Todd Hoff compiled a list of basic components employed by SmugMug in their cloud architecture, which is also built on Amazon EC2:
- Work Initiators - Work comes in from your website and/or other software subsystems and is queued up for processing in the Queue Service. Work doesn't have to be large requests either. Work can be small independent parts of an overall pipeline. Don't keep state in the Workers. Bundle what you need done into a work request in shoot back into the Queuing Service for processing.
- Provisioning Service - This is Amazon's infrastructure that allows instances to be automatically scaled up and down in relation to the work load. This will be the major difference between your VPS or typical datacenter setup. There's an API for starting and stopping AMIs and mechanisms for automatically configuring and running VMs.
- Workers - These are the guys that continually pull work off queues and do something interesting with it. For SmugMug the results are stored on S3 but the results could be put in your own database, SimpleDB or whatever.

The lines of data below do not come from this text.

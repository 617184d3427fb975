#include "soil_unit.hpp"

#include <algorithm>
#include <cmath>
#include <cstdio>
#include <memory>
#include <regex>

#include "../../core/src/json_checks.hpp"
#include "calibration_run.hpp"
#include "triaxcal/driver.hpp"
#include "triaxcal/error.hpp"
#include "triaxcal/models/registry.hpp"
#include "triaxcal/parameter_file.hpp"
#include "triaxcal/parameters.hpp"

namespace triaxcal::gmsh {

using nlohmann::json;

namespace {

/// Values by model order, with the status and interval a fitted set carries beside each value.
std::vector<ParameterOutput> parameter_outputs(const ModelInfo& info, const ParameterValues& values, const json& set) {
  std::vector<ParameterOutput> out;
  const json* params = set.contains("parameters") ? &set.at("parameters") : nullptr;
  for (std::size_t i = 0; i < info.parameters.size(); ++i) {
    ParameterOutput p;
    p.name = info.parameters[i].name;
    p.unit = info.parameters[i].unit;
    p.value = values[i];
    if (params && params->contains(p.name) && params->at(p.name).is_object()) {
      const json& j = params->at(p.name);
      if (j.contains("status") && j.at("status").is_string()) p.status = j.at("status").get<std::string>();
      if (j.contains("interval_95") && j.at("interval_95").is_array() && j.at("interval_95").size() == 2 &&
          j.at("interval_95")[0].is_number() && j.at("interval_95")[1].is_number()) {
        p.has_interval = true;
        p.low = j.at("interval_95")[0].get<double>();
        p.high = j.at("interval_95")[1].get<double>();
      }
    }
    p.used = !(info.unused && info.unused(i, values));
    out.push_back(p);
  }
  return out;
}

/// The graph label of a compared quantity: its y axis with its unit (strains in %), and its scale.
std::string graph_quantity(Quantity y, double& scale) {
  scale = 1.0;
  switch (y) {
    case Quantity::deviator_stress: return "q [kPa]";
    case Quantity::volumetric_strain: scale = 100.0; return "e_v [%]";
    case Quantity::excess_pore_pressure: return "du [kPa]";
    case Quantity::radial_strain: scale = 100.0; return "e_r [%]";
    default: break;
  }
  const std::string unit = unit_of(y);
  return to_string(y) + (unit.empty() || unit == "-" ? "" : " [" + unit + "]");
}

TestProtocol check_test(const UnitSettings& s) {
  TestProtocol t;
  t.name = "check test";
  t.initial.stress = triaxial_stress(s.check_p, s.check_p);
  t.initial.void_ratio = s.check_void_ratio;
  t.initial.overconsolidation_ratio = s.check_ocr;
  Stage shear;
  shear.type = StageType::shear;
  shear.label = s.check_drainage + " compression";
  shear.drainage = s.check_drainage == "undrained" ? Drainage::undrained : Drainage::drained;
  shear.axial_strain = s.check_axial_strain;
  shear.steps = 300;
  t.stages.push_back(shear);
  return t;
}

void from_parameter_set(const Project& project, const UnitSettings& s, UnitResult& r) {
  if (s.parameter_set.empty()) throw InputError("parameter set file: not given (choose a parameter-set JSON)");
  const std::string path = project.resolve(s.parameter_set).string();
  const std::string text = detail::read_text_file(path);
  const ParameterFile file = parse_parameter_file(text, path);
  const ModelEntry* entry = nullptr;
  try {
    entry = &find_model(file.model);
  } catch (const InputError& e) {
    throw InputError(path + ": model: " + e.what());
  }
  const ParameterValues values = resolve_parameter_file(entry->info(), file);
  const std::unique_ptr<Model> model = entry->create(values, path);
  const TestProtocol protocol = check_test(s);
  const SimulationResult sim = simulate(DriverOptions{}, *model, protocol);
  r.model = entry->info().name;
  // Every parameter, defaults filled in, so that a solver input writer needs no triaxcal defaults;
  // statuses and intervals of a fitted set are kept in `parameters`.
  r.parameters = parameter_outputs(entry->info(), values, detail::parse_json(text, path));
  r.parameter_set = plugin::parameter_set_json(entry->info(), values, "resolved from " + path);
  // The check test's graphs: q, and the excess pore pressure (undrained) or the volumetric strain.
  const bool undrained = protocol.stages.front().drainage == Drainage::undrained;
  Curve c, second;
  c.test = second.test = "check test (" + s.check_drainage + ", p' = " +
                         std::to_string(static_cast<int>(std::lround(s.check_p))) + " kPa)";  // model only
  c.quantity = "q [kPa]";
  second.quantity = undrained ? "du [kPa]" : "e_v [%]";
  for (const StepRecord& step : sim.steps) {
    c.axial_strain.push_back(step.stage_axial_strain);  // engineering, since the shear stage start
    c.y.push_back(step.q);
    second.axial_strain.push_back(step.stage_axial_strain);
    second.y.push_back(undrained ? step.excess_pore_pressure : 100.0 * step.stage_volumetric_strain);
    r.check_peak_q = std::max(r.check_peak_q, step.q);
  }
  r.curves.push_back(c);
  r.curves.push_back(second);
  r.ok = true;
  r.message = "parameter set " + s.parameter_set + " (" + r.model + ") loaded";
  if (!sim.ok()) r.message += "; the check test stopped early: " + sim.message;
}

void from_calibration(const Project& project, const UnitSettings& s, UnitResult& r,
                      const CalibrationCallback& progress) {
  if (s.calibration.empty()) throw InputError("calibration file: not given (choose a calibration JSON)");
  const std::string path = project.resolve(s.calibration).string();
  const plugin::CalibrationRun run = plugin::run_calibration(detail::read_text_file(path), path, progress);
  const CalibrationSummary& sum = run.summary;
  r.model = sum.model;
  if (!sum.usable()) throw InputError(path + ": calibration " + sum.outcome_line());
  r.parameter_set = detail::parse_json(run.parameter_set, path + ": parameter set");
  r.parameters = parameter_outputs(*run.model, sum.values, r.parameter_set);
  json curves = json::array();
  for (const TestFit& t : sum.tests)
    for (const CurveFit& c : t.curves) {
      curves.push_back({{"test", t.id},
                        {"quantity", to_string(c.y)},
                        {"unit", unit_of(c.y)},
                        {"rmse", plugin::number_or_null(c.rmse)},
                        {"r_squared", plugin::number_or_null(c.r_squared)},
                        {"poor_fit", c.poor}});
      if (c.x != Quantity::axial_strain) continue;
      // One graph a test and quantity (a multi-stage specimen: a test and stage).
      double scale = 1.0;
      Curve m, f;
      m.test = f.test = t.id + (c.shear_stage > 0 ? " stage " + std::to_string(c.shear_stage) : "");
      m.quantity = f.quantity = graph_quantity(c.y, scale);
      m.measured = true;
      m.axial_strain = c.xs;
      f.axial_strain = c.xs;
      for (double v : c.measured) m.y.push_back(scale * v);
      for (double v : c.simulated) f.y.push_back(scale * v);
      r.curves.push_back(m);
      r.curves.push_back(f);
    }
  r.fit = {{"outcome", to_string(sum.outcome)},
           {"outcome_reason", sum.outcome_reason},
           {"termination", to_string(sum.termination)},
           {"message", sum.message},
           {"objective", plugin::number_or_null(sum.objective)},
           {"evaluations", sum.evaluations},
           {"warnings", sum.warnings},
           {"curves", curves}};
  r.ok = true;
  r.converged = sum.outcome == CalibrationOutcome::converged;
  r.message = "calibration " + s.calibration + " (" + r.model + "): " + sum.outcome_line() + "; objective " +
              format_number(sum.objective);
}

}  // namespace

std::string rounded(double value, bool has_interval, double low, double high) {
  if (!std::isfinite(value)) return "not a number";
  char b[64];
  // The unit of the last digit shown: the second significant digit of the interval's half-width,
  // else the fourth significant digit of the value.
  int exponent = 0;
  if (has_interval && std::isfinite(low) && std::isfinite(high) && high > low)
    exponent = static_cast<int>(std::floor(std::log10(0.5 * (high - low)))) - 1;
  else if (value != 0.0)
    exponent = static_cast<int>(std::floor(std::log10(std::abs(value)))) - 3;
  if (exponent < -12) {
    std::snprintf(b, sizeof b, "%.4g", value);
  } else if (exponent < 0) {
    std::snprintf(b, sizeof b, "%.*f", -exponent, value);
  } else {
    const double unit = std::pow(10.0, exponent);
    std::snprintf(b, sizeof b, "%.0f", std::round(value / unit) * unit);
  }
  std::string out = b;
  const bool interval = has_interval && std::isfinite(low) && std::isfinite(high) && high > low;
  if (!interval && out.find('.') != std::string::npos && out.find('e') == std::string::npos) {
    // Without an interval trailing zeros claim nothing: 0.18, not 0.1800.
    out.erase(out.find_last_not_of('0') + 1);
    if (out.back() == '.') out.pop_back();
  }
  if (out.find_first_not_of("-0.") == std::string::npos && out[0] == '-') out.erase(0, 1);  // no "-0"
  return out;
}

std::string reason_first(const std::string& message) {
  // Leading "<part>: " components without a space (a path, a key path, a model name) are the place.
  std::size_t start = 0, cut = std::string::npos;
  while (true) {
    const std::size_t colon = message.find(": ", start);
    if (colon == std::string::npos) break;
    const std::string part = message.substr(start, colon - start);
    static const std::regex line_column(R"(line [0-9]+(, column [0-9]+)?)");
    if (part.empty() || (part.find(' ') != std::string::npos && !std::regex_match(part, line_column))) break;
    cut = colon;
    start = colon + 2;
  }
  if (cut == std::string::npos || start >= message.size()) return message;
  return message.substr(start) + " (" + message.substr(0, cut) + ")";
}

json UnitResult::to_json(const std::string& computed) const {
  json j = {{"status", ok ? "ok" : "error"}, {"message", message}, {"computed", computed}};
  if (!model.empty()) j["model"] = model;
  if (ok) {
    json params = json::array();
    for (const ParameterOutput& p : parameters) {
      json o = {{"name", p.name}, {"unit", p.unit}, {"value", plugin::number_or_null(p.value)}};
      if (!p.status.empty()) o["status"] = p.status;
      if (!p.used) o["used"] = false;
      if (p.has_interval) o["interval_95"] = {p.low, p.high};
      params.push_back(o);
    }
    j["parameters"] = params;
    j["parameter_set"] = parameter_set;
    if (!fit.is_null()) j["fit"] = fit;
    if (fit.is_null()) j["check_peak_q"] = check_peak_q;
  }
  return j;
}

UnitResult compute_unit(const Project& project, const UnitSettings& settings, const CalibrationCallback& progress) {
  UnitResult r;
  try {
    switch (settings.source) {
      case Source::parameter_set: from_parameter_set(project, settings, r); break;
      case Source::calibration: from_calibration(project, settings, r, progress); break;
      case Source::none: r.message = "no source chosen"; break;
    }
  } catch (const InputError& e) {
    r = UnitResult{};
    r.message = e.what();
  } catch (const std::exception& e) {
    r = UnitResult{};
    r.message = std::string("internal error: ") + e.what();
  }
  return r;
}

}  // namespace triaxcal::gmsh
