struct Run {
  const detail::Prepared& prepared;
  const CalibrationOptions& options;
  Lane main;
  std::vector<std::unique_ptr<Lane>> side;
  CalibrationSummary& summary;
  Clock::time_point begin = Clock::now();
  std::thread::id caller = std::this_thread::get_id();
  std::size_t n = 0;
  std::vector<double> best_unit;
  double best = std::numeric_limits<double>::infinity();
  bool best_penalised = false;
  std::atomic<bool> stop_requested{false};
  std::atomic<bool> time_up{false};
  bool native_constraints = false;
  double penalty_all = 0.0;
  std::vector<std::pair<double, std::vector<double>>> design_ranked;
  // Progress across lanes (for the callback only; the summary is built from the merged lanes).
  std::atomic<long> total_evaluations{0};
  std::mutex best_mutex;
  double shared_best = std::numeric_limits<double>::infinity();

  Run(const detail::Prepared& p, const CalibrationOptions& o, int threads, CalibrationSummary& s)
      : prepared(p), options(o), main(p, o, threads), summary(s), n(p.free.size()) {
    for (const auto& t : p.tests) penalty_all += o.failure_penalty * t.total_weight;
  }

  double elapsed() const { return std::chrono::duration<double>(Clock::now() - begin).count(); }

  /// At least k side lanes (serial evaluators).
  void side_lanes(std::size_t k) {
    while (side.size() < k) side.push_back(std::make_unique<Lane>(prepared, options, 1));
  }

  /// Runs fn(lane index) for lanes 0..k-1 of `side` on the main lane's threads.
  void on_side_lanes(int k, const std::function<void(int)>& fn) {
    side_lanes(static_cast<std::size_t>(k));
    main.evaluator.run_tasks(k, fn);
  }

  double evaluate(Lane& lane, const double* u, Phase stage) {
    std::vector<double> unit(u, u + n);
    const ParameterValues values = prepared.values(unit);
    double f;
    bool penalised = true;
    const double violation = prepared.constraints.empty() ? -1.0 : prepared.violation(values);
    if (!native_constraints && violation > 0.0) {
      // Outside the constraints: penalised without simulating, growing with the violation.
      f = penalty_all * (1.0 + violation);
    } else {
      const bool built = lane.evaluator.simulate(values, lane.record_plans ? detail::PlanMode::record : detail::PlanMode::none);
      f = lane.evaluator.objective(built);
      lane.failed += built ? lane.evaluator.failed_tests() : static_cast<long>(prepared.tests.size());
      if (built) lane.work_limited += lane.evaluator.work_limited_tests();
      penalised = !built || !std::isfinite(f);
      for (std::size_t t = 0; t < prepared.tests.size() && !penalised; ++t)
        penalised = !lane.evaluator.outcome(static_cast<int>(t)).ok && prepared.tests[t].total_weight > 0.0;
    }
    ++lane.evaluations;
    lane.last_penalised = penalised;
    if (stage == Phase::design) ++lane.design;
    if (stage == Phase::global) ++lane.global;
    if (stage == Phase::local) ++lane.local;
    if (f < lane.best) {
      lane.best = f;
      lane.best_unit = unit;
      lane.best_penalised = penalised;
    }
    if (options.record_history) lane.history.push_back({0, static_cast<int>(stage), f, 0.0});
    const long total = total_evaluations.fetch_add(1) + 1;
    double best_now;
    {
      std::lock_guard<std::mutex> lock(best_mutex);
      shared_best = std::min(shared_best, f);
      best_now = shared_best;
    }
    const double t = elapsed();
    // The callback runs on the calling thread only; it sees the evaluations of every lane.
    if (options.progress && std::this_thread::get_id() == caller) {
      static const char* names[] = {"design", "global", "local"};
      CalibrationProgress p{total == 1 ? "start" : names[static_cast<int>(stage)], total, f, best_now, t};
      if (!options.progress(p)) stop_requested = true;
    }
    if (options.max_seconds > 0.0 && t >= options.max_seconds) time_up = true;
    if (halted() && lane.current != nullptr) nlopt_force_stop(lane.current);
    return f;
  }

  bool halted() const { return stop_requested.load() || time_up.load(); }

  // The least-squares Jacobian of the best local run so far, for the uncertainty when it was taken
  // at the final optimum.
  Eigen::MatrixXd kept_jac;
  std::vector<double> kept_jac_at;
  void keep_jacobian(const Lane& lane) {
    kept_jac_at.clear();
    if (!lane.jac_complete) return;
    kept_jac = lane.jac;
    kept_jac_at = lane.jac_at;
  }

  /// Moves what the lane found into the summary (counts, history in order, best so far).
  void merge(Lane& lane) {
    summary.evaluations += lane.evaluations;
    summary.failed_simulations += lane.failed;
    summary.design_evaluations += lane.design;
    summary.global_evaluations += lane.global;
    summary.local_evaluations += lane.local;
    summary.jacobian_evaluations += lane.jacobian;
    summary.exact_jacobians += lane.exact_jacobians;
    summary.difference_jacobians += lane.difference_jacobians;
    summary.work_limited_simulations += lane.work_limited;
    summary.failed_starts += lane.failed_starts;
    for (HistoryEntry h : lane.history) {
      h.evaluation = static_cast<long>(summary.history.size()) + 1;
      h.best = summary.history.empty() ? h.objective : std::min(summary.history.back().best, h.objective);
      summary.history.push_back(h);
    }
    if (lane.best < best) {
      best = lane.best;
      best_unit = lane.best_unit;
      best_penalised = lane.best_penalised;
    }
    lane.evaluations = lane.failed = lane.design = lane.global = lane.local = lane.jacobian = lane.work_limited = 0;
    lane.exact_jacobians = lane.difference_jacobians = 0;
    lane.failed_starts = 0;
    lane.history.clear();
    lane.best = std::numeric_limits<double>::infinity();
    lane.best_unit.clear();
    lane.best_penalised = false;
  }

  nlopt_result optimise(Lane& lane, nlopt_algorithm algorithm, Phase stage, long budget, std::vector<double>& x,
                        double step, unsigned long seed) {
    const NloptHandle handle(nlopt_create(algorithm, static_cast<unsigned>(n)), &nlopt_destroy);
    nlopt_opt opt = handle.get();
    nlopt_set_lower_bounds1(opt, 0.0);
    nlopt_set_upper_bounds1(opt, 1.0);
    StageContext ctx{this, &lane, stage};
    nlopt_set_min_objective(
        opt,
        [](unsigned, const double* u, double*, void* data) {
          auto* c = static_cast<StageContext*>(data);
          return c->run->evaluate(*c->lane, u, c->stage);
        },
        &ctx);
    if (native_constraints) {
      // One constraint: the worst relative violation of all of them.
      nlopt_add_inequality_constraint(
          opt,
          [](unsigned m, const double* u, double*, void* data) {
            auto* r = static_cast<Run*>(data);
            std::vector<double> unit(u, u + m);
            return r->prepared.violation(r->prepared.values(unit));
          },
          this, 1e-9);
    }
    nlopt_set_maxeval(opt, static_cast<int>(std::min<long>(budget, 2000000000L)));
    if (stage == Phase::local) {
      nlopt_set_ftol_rel(opt, options.relative_tolerance);
      nlopt_set_xtol_abs1(opt, options.x_tolerance);
      nlopt_set_initial_step1(opt, step);
    }
    if (options.max_seconds > 0.0) nlopt_set_maxtime(opt, std::max(1e-3, options.max_seconds - elapsed()));
    // NLopt's generator is thread-local (libnlopt 2.7 keeps its state in thread-local storage):
    // seeding here, on the thread that runs this optimisation, makes it reproducible even when
    // other calibrations or global runs go on in other threads.
    nlopt_srand(seed);
    lane.current = opt;
    double f = 0.0;
    for (double& v : x) v = std::clamp(v, 0.0, 1.0);
    const nlopt_result result = nlopt_optimize(opt, x.data(), &f);
    lane.current = nullptr;
    return result;
  }
};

- Queuing Service - This is where work is queued for consumption by the workers. SmugMug built their own queuing service, but you could just as easily use Amazon's own SQS. Creating a scalable, distributed, performant, highly available queue service is not easy, so you may want to take a look at a number of different queue product suggestions in Flickr - Do the Essential Work Up-front and Queue the Rest.
- Controller - This component monitors many variables related to the work flow and decides how many instances of EC2 are necessary based on optimizing a small set of goals. Instances are add and removed as needed.
Each vendor has their own solution and different ones are expected to emerge in the future. The clouds have not been fully explored and slowly, but steadily, their architectural solutions are being elaborated.